В эпоху «хождения в народ» проповедь о недостатке земли у крестьян и о невыносимой тяжести податей и налогов лежала на нелегальных; тогда в запрещенных революционных писаниях провозглашалось, что «волю крестьянам дали не настоящую». В последние четыре года создалась целая обширная отрасль легальной литературы, имеющей девизом положение, что крестьянская реформа дала народу «камень вместо хлеба», литературы, в которую делают вклады профессора, состоящие на коронной службе. За пять лет пред сим только нелегальные революционеры заявляли, что следует «Царя лишить власти»; почти на другой день после злодеяния 1 марта уже легально издаваемые газеты провозгласили, что необходимо облегчить бремя власти, лежащее на русских монархах…
Разве это не прогресс? А все говорят, что у нас была какая-то реакция!
Прятавшаяся прежде по подпольям и закоулкам революционная пропаганда вышла теперь открыто на улицу, не только не опасаясь правительственного преследования, а напротив, требуя, чтобы правительство шло об руку с нею и делало ее дело. Одною из задач революционной программы полагается, например, организация кружков из учащейся молодежи. Требуется, чтобы правительство своими руками создало в университетах эту нужную для революционных целей организацию студенческих кружков, и власти исполняют это требование…

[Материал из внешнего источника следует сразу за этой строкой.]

/**
 * The forecast of runForecast, with recurring detection, residual models and the last
 * simulation kept between calls (see the module comment).
 *
 * @throws EngineError as runForecast: INVALID_ARGUMENT for settings outside their bounds,
 *   NOT_ENOUGH_DATA for a history shorter than MIN_HISTORY_DAYS.
 * @example forecastWithKeptModels(history, { horizon: 90, paths: 5000, threshold: 0 }).shortfall.probability
 */
export function forecastWithKeptModels(
  history: ForecastHistory,
  config: ForecastConfig = {},
  onProgress?: (share: number, label: string) => void,
  sources: ForecastSources = {},
): ForecastResult {
  const { horizon, paths, seed, threshold } = checkConfig(config);
  const plan = config.plan ?? EMPTY_PLAN;
  const decisions = config.decisions ?? [];
  const historyDays = toDayNumber(history.asOf) - toDayNumber(history.start) + 1;
  if (historyDays < MIN_HISTORY_DAYS) {
    throw new EngineError(
      'NOT_ENOUGH_DATA',
      `a forecast needs at least ${MIN_HISTORY_DAYS} days of history, the statements cover ${historyDays}`,
    );
  }
  const notes: string[] = [];
  if (history.relative) {
    notes.push('No statement states a balance, so balances are relative to the first day of the history.');
  }
  const kept: KeptHistory = { history, fingerprint: sources.fingerprint ?? historyFingerprint(history) };
  if (sources.models && sources.models.fitHorizon >= horizon) adoptModels(kept, decisions, sources.models);
  const detected = detectedFlows(kept, onProgress);
  const recurring = projectRecurring(detected, decisions, plan.recurring, history.asOf, horizon);
  for (const change of recurring.unmatchedChanges) {
    notes.push(
      `The plan's change "${change.action} ${change.match}" matches no recurring flow that is projected; it was not applied.`,
    );
  }
  const inflow = keptResidualModel(kept, decisions, 'inflow', horizon, onProgress).model;
  const outflow = keptResidualModel(kept, decisions, 'outflow', horizon, onProgress).model;
  const startBalance = history.endBalance + plan.startBalanceChange;
  // Everything the simulation depends on except the threshold, which only decides crossings.
  const simulationKey = JSON.stringify([kept.fingerprint, horizon, paths, seed, plan, decisions]);
  let sim: SimulatedPaths;
  let components: readonly FlowComponent[];
  if (lastSimulation && lastSimulation.key === simulationKey) {
    onProgress?.(0.6, 'Counting the paths below the threshold');
    components = lastSimulation.components;
    sim = { ...lastSimulation.sim, firstCrossing: crossingsAt(lastSimulation.sim, threshold) };
  } else {
    const list: FlowComponent[] = [...recurring.components];
    const inflowComponent = forHorizon(inflow, horizon);
    const outflowComponent = forHorizon(outflow, horizon);
    if (inflowComponent) list.push(inflowComponent);
    if (outflowComponent) list.push(outflowComponent);
    list.push(...plannedComponents(plan.items, history.asOf, horizon));
    components = list;
    const simulating = `Simulating ${paths.toLocaleString('en')} paths`;
    onProgress?.(0.6, simulating);
    lastSimulation = null; // let the old paths go before the new ones are allocated
    sim = simulateBalances({ startBalance, horizon, paths, seed, threshold, components }, (share) =>
      onProgress?.(0.6 + 0.3 * share, simulating),
    );
    lastSimulation = { key: simulationKey, sim, components };
  }
  onProgress?.(0.92, 'Summarising');
  const summary = summariseBalances(sim, threshold, components);
  const first = toDayNumber(addDays(history.asOf, 1));
  const daily: DailyOutlook[] = [];
  for (let d = 0; d < horizon; d++) {
    daily.push({
      date: fromDayNumber(first + d),
      mean: summary.mean[d] as number,
      quantiles: QUANTILE_LEVELS.map((_, k) => (summary.quantiles[k] as Float64Array)[d] as number),
      pBelow: summary.pBelow[d] as number,
      pCrossed: summary.pCrossed[d] as number,
    });
  }
  const dayToDate = (d: number | null) => (d === null ? null : fromDayNumber(first + d));
  onProgress?.(1, 'Done');
  return {
    asOf: history.asOf,
    currency: history.currency,
    horizonDays: horizon,
    paths,
    seed,
    threshold,
    startBalance,
    relativeBalance: history.relative,
    historyStart: history.start,
    daily,
    shortfall: {
      probability: horizon > 0 ? (summary.pCrossed[horizon - 1] as number) : 0,
      standardError: summary.standardError,
      firstCrossing: {
        p10: dayToDate(summary.firstCrossing.p10),
        p50: dayToDate(summary.firstCrossing.p50),
        p90: dayToDate(summary.firstCrossing.p90),
      },
      drivers: summary.drivers.map((d) => ({ key: d.key, label: d.label, amount: d.difference })),
    },
    recurring: recurring.projected,
    recurringSkipped: recurring.skipped,
    detected,
    model: { inflow: inflow.report, outflow: outflow.report },
    planItems: plan.items.length,
    notes: [
      ...notes,
      ...inflow.report.notes.map((n) => `Inflows: ${n}`),
      ...outflow.report.notes.map((n) => `Outflows: ${n}`),
    ],
    caution: CAUTION,
  };
}
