/**
 * Builds the ledger from importer results: matches accounts across files, removes entries
 * repeated by overlapping files, collects balance anchors and reconciles them.
 *
 * Accounts: a statement's identifier (IBAN / account number, normalised by
 * engine/ledger/normaliseIdentifier.ts) and currency pick the account; a statement without
 * identifier goes to `options.account`, else to its own name, else to an account named after
 * its file (base name). Duplicates: engine/ledger/duplicateIndex.ts (bank ids first, then
 * content fingerprints that keep genuinely repeated transactions). Files are taken in the
 * order given: "earlier" means earlier in that list. Pending entries are left out and
 * reported as notices. Balances: engine/ledger/reconcileAccount.ts.
 *
 * Complexity: O(n log n) for n entries.
 */
import { toDayNumber } from '../core/dates';
import { EngineError } from '../core/errors';
import { exponentOf, formatMinor } from '../core/money';
import { hasErrors } from '../import/types';
import type { AccountKind, ImportProblem, ImportResult, ParsedStatement, StatementEntry } from '../import/types';
import {
  createDuplicateIndex,
  findDuplicateColumns,
  keepFile,
  lastFileOccurrences,
  usableBankRef,
  type CandidateColumns,
} from './duplicateIndex';
import { entryFingerprint, lastFingerprintHash } from './fingerprint';
import { identifierKeys, normaliseIdentifier } from './normaliseIdentifier';
import { anchorEndDay, reconcileAccount } from './reconcileAccount';
import { checkStatement, statementBalances } from './statementCheck';
import type {
  BalanceAnchor,
  FileAccountReport,
  Ledger,
  LedgerAccount,
  LedgerFileReport,
  LedgerTransaction,
  StatementCheck,
} from './types';

/** One imported file as the ledger takes it. */
export interface LedgerInputFile {
  readonly file: string;
  readonly result: ImportResult;
}

/** Choices for statements that do not say everything themselves. */
export interface BuildLedgerOptions {
  /** Account (name or identifier) for statements without an account identifier. */
  readonly account?: string;
  /** Currency for statements that state none. */
  readonly currency?: string;
}

interface MutableAccount {
  id: string;
  name: string;
  currency: string;
  identifiers: string[];
  kind: AccountKind;
  kindStated: boolean;
  order: number;
}

interface FileAccumulator {
  accountId: string;
  currency: string;
  from: string | null;
  to: string | null;
  entries: number;
  duplicates: number;
  pending: number;
  net: number;
  /** (first day, statement index, opening) of the earliest statement, (last day, index, closing) of the latest. */
  earliest: { day: number; opening: number | null } | null;
  latest: { day: number; closing: number | null } | null;
}

/**
 * The kept transaction: the entry's own fields copied one by one (an object spread of a
 * dozen fields is several times slower in V8 and dominated the ledger's time on 100,000
 * entries), optional fields only when present. The shapes statements usually give are
 * written as whole literals: adding the optional fields one by one would give each such
 * transaction a separate property store, about twice the time. Keys keep one order.
 */
function ledgerTransaction(
  entry: StatementEntry,
  id: string,
  account: MutableAccount,
  fingerprint: string,
  sourceFile: string,
  occurrence: number,
): LedgerTransaction {
  const { bookingDate, amount, description, status, source, valueDate, counterparty, reference, bankRef, typeCode } =
    entry;
  const accountId = account.id;
  const currency = account.currency;
  const shape =
    (valueDate !== undefined ? 1 : 0) |
    (counterparty !== undefined ? 2 : 0) |
    (reference !== undefined ? 4 : 0) |
    (bankRef !== undefined ? 8 : 0) |
    (typeCode !== undefined ? 16 : 0);
  // prettier-ignore
  switch (shape) {
    case 0:
      return { bookingDate, amount, description, status, source, id, accountId, currency, fingerprint, sourceFile, occurrence };
    case 2:
      return { bookingDate, amount, description, status, source, id, accountId, currency, fingerprint, sourceFile, occurrence,
        counterparty };
    case 3:
      return { bookingDate, amount, description, status, source, id, accountId, currency, fingerprint, sourceFile, occurrence,
        valueDate, counterparty };
    case 25:
      return { bookingDate, amount, description, status, source, id, accountId, currency, fingerprint, sourceFile, occurrence,
        valueDate, bankRef, typeCode };
    case 27:
      return { bookingDate, amount, description, status, source, id, accountId, currency, fingerprint, sourceFile, occurrence,
        valueDate, counterparty, bankRef, typeCode };
    case 31:
      return { bookingDate, amount, description, status, source, id, accountId, currency, fingerprint, sourceFile, occurrence,
        valueDate, counterparty, reference, bankRef, typeCode };
    default: {
      const t: { -readonly [K in keyof LedgerTransaction]: LedgerTransaction[K] } = {
        bookingDate, amount, description, status, source, id, accountId, currency, fingerprint, sourceFile, occurrence,
      };
      if (valueDate !== undefined) t.valueDate = valueDate;
      if (counterparty !== undefined) t.counterparty = counterparty;
      if (reference !== undefined) t.reference = reference;
      if (bankRef !== undefined) t.bankRef = bankRef;
      if (typeCode !== undefined) t.typeCode = typeCode;
      return t;
    }
  }
}

/**
 * The kept transactions ordered by account (in order of appearance), booking day, then the
 * order they were found in. Statements list their entries by date, so the order usually
 * holds already and one pass confirms it; otherwise a stable sort on one numeric key per
 * transaction (account and day packed together). O(n), or O(n log n) when out of order.
 */
function sortedTransactions(kept: LedgerTransaction[], accountOrder: Int32Array, day: Int32Array): LedgerTransaction[] {
  const n = kept.length;
  let sorted = true;
  for (let i = 1; i < n && sorted; i++) {
    const a = accountOrder[i - 1] as number;
    const b = accountOrder[i] as number;
    sorted = a < b || (a === b && (day[i - 1] as number) <= (day[i] as number));
  }
  if (sorted) return kept;
  // Day numbers of years 1–9999 lie in [-719162, 2932896]: shifted, they fit below 2^22.
  const key = new Float64Array(n);
  for (let i = 0; i < n; i++) key[i] = (accountOrder[i] as number) * 4_194_304 + (day[i] as number) + 719_162;
  const order = Array.from({ length: n }, (_, i) => i);
  order.sort((a, b) => (key[a] as number) - (key[b] as number)); // stable: ties keep found order
  return order.map((i) => kept[i] as LedgerTransaction);
}

function groupBy<T>(items: readonly T[], key: (item: T) => string): Map<string, T[]> {
  const groups = new Map<string, T[]>();
  for (const item of items) {
    const k = key(item);
    const list = groups.get(k);
    if (list) list.push(item);
    else groups.set(k, [item]);
  }
  return groups;
}

function baseName(file: string): string {
  const parts = file.split(/[\\/]/);
  return parts[parts.length - 1] || file;
}

function statementSpan(statement: ParsedStatement): { first: number; last: number } | null {
  let first = Number.POSITIVE_INFINITY;
  let last = Number.NEGATIVE_INFINITY;
  const see = (date: string | undefined) => {
    if (date === undefined) return;
    const d = toDayNumber(date);
    if (d < first) first = d;
    if (d > last) last = d;
  };
  see(statement.from);
  see(statement.to);
  if (statement.from === undefined || statement.to === undefined) {
    for (const e of statement.entries) see(e.bookingDate);
    for (const b of statement.balances) if (b.kind !== 'available') see(b.date);
  }
  return Number.isFinite(first) ? { first, last } : null;
}

function minDate(a: string | null, b: string | null): string | null {
  if (a === null) return b;
  if (b === null) return a;
  return a < b ? a : b;
}

function maxDate(a: string | null, b: string | null): string | null {
  if (a === null) return b;
  if (b === null) return a;
  return a > b ? a : b;
}
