/**
 * Balance fields 60F/60M (opening), 62F/62M (closing), 64 (closing available) and 65
 * (forward available), all `1!a6!n3!a15d`: D/C mark, date YYMMDD, ISO 4217 currency, amount
 * (SWIFT User Handbook, Category 9, MT940, fields 60a, 62a, 64, 65).
 */
import type { CalendarDate } from '../../core/dates';
import { isKnownCurrency } from '../../core/currency';
import { parseSwiftDate } from './swiftDate';
import { parseSwiftAmount } from './swiftAmount';

/** A balance field as read: the amount is signed (D = negative). */
export interface BalanceValue {
  readonly date: CalendarDate;
  readonly currency: string;
  readonly amount: number;
}

/**
 * Reads the text of a balance field (tag removed).
 * @returns the balance, or `{ error }` naming the subfield and what was expected.
 * @example parseBalanceField('C250131EUR1234,56') // { date: '2025-01-31', currency: 'EUR', amount: 123456 }
 * @example parseBalanceField('X250131EUR1,') // { error: 'D/C mark "X" is not C or D (1!a)' }
 */
export function parseBalanceField(text: string): BalanceValue | { error: string } {
  const mark = text.slice(0, 1);
  if (mark !== 'C' && mark !== 'D') {
    return {
      error:
        mark === ''
          ? 'is empty, expected 1!a6!n3!a15d such as C250131EUR1234,56'
          : `D/C mark "${mark}" is not C or D (1!a)`,
    };
  }
  const dateText = text.slice(1, 7);
  const date = parseSwiftDate(dateText);
  if ('error' in date) return { error: `date ${date.error} (6!n)` };
  const currency = text.slice(7, 10);
  if (!/^[A-Z]{3}$/.test(currency)) return { error: `currency "${currency}" is not three capital letters (3!a)` };
  if (!isKnownCurrency(currency)) return { error: `currency "${currency}" is not an ISO 4217 code (3!a)` };
  const amount = parseSwiftAmount(text.slice(10), currency);
  if ('error' in amount) return amount;
  return { date: date.date, currency, amount: mark === 'D' && amount.minor !== 0 ? -amount.minor : amount.minor };
}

Между «нелегальными» и «легальными» служителями крамолы разница только во внешней форме, а не в существе дела. Возмутительна была наглость Желябова, когда он на суде осмелился провозгласить людей своей партии деятелями на пользу русского народа, а самого себя «русским человеком». Но не менее возмутительна и наглость некоторой части легальной печати, провозглашающей себя органом русского общественного мнения, в то самое время когда она исполняет именно то, чего желает и добивается крамола…
Впервые опубликовано: Московские ведомости. 1881. 2 апреля. № 92.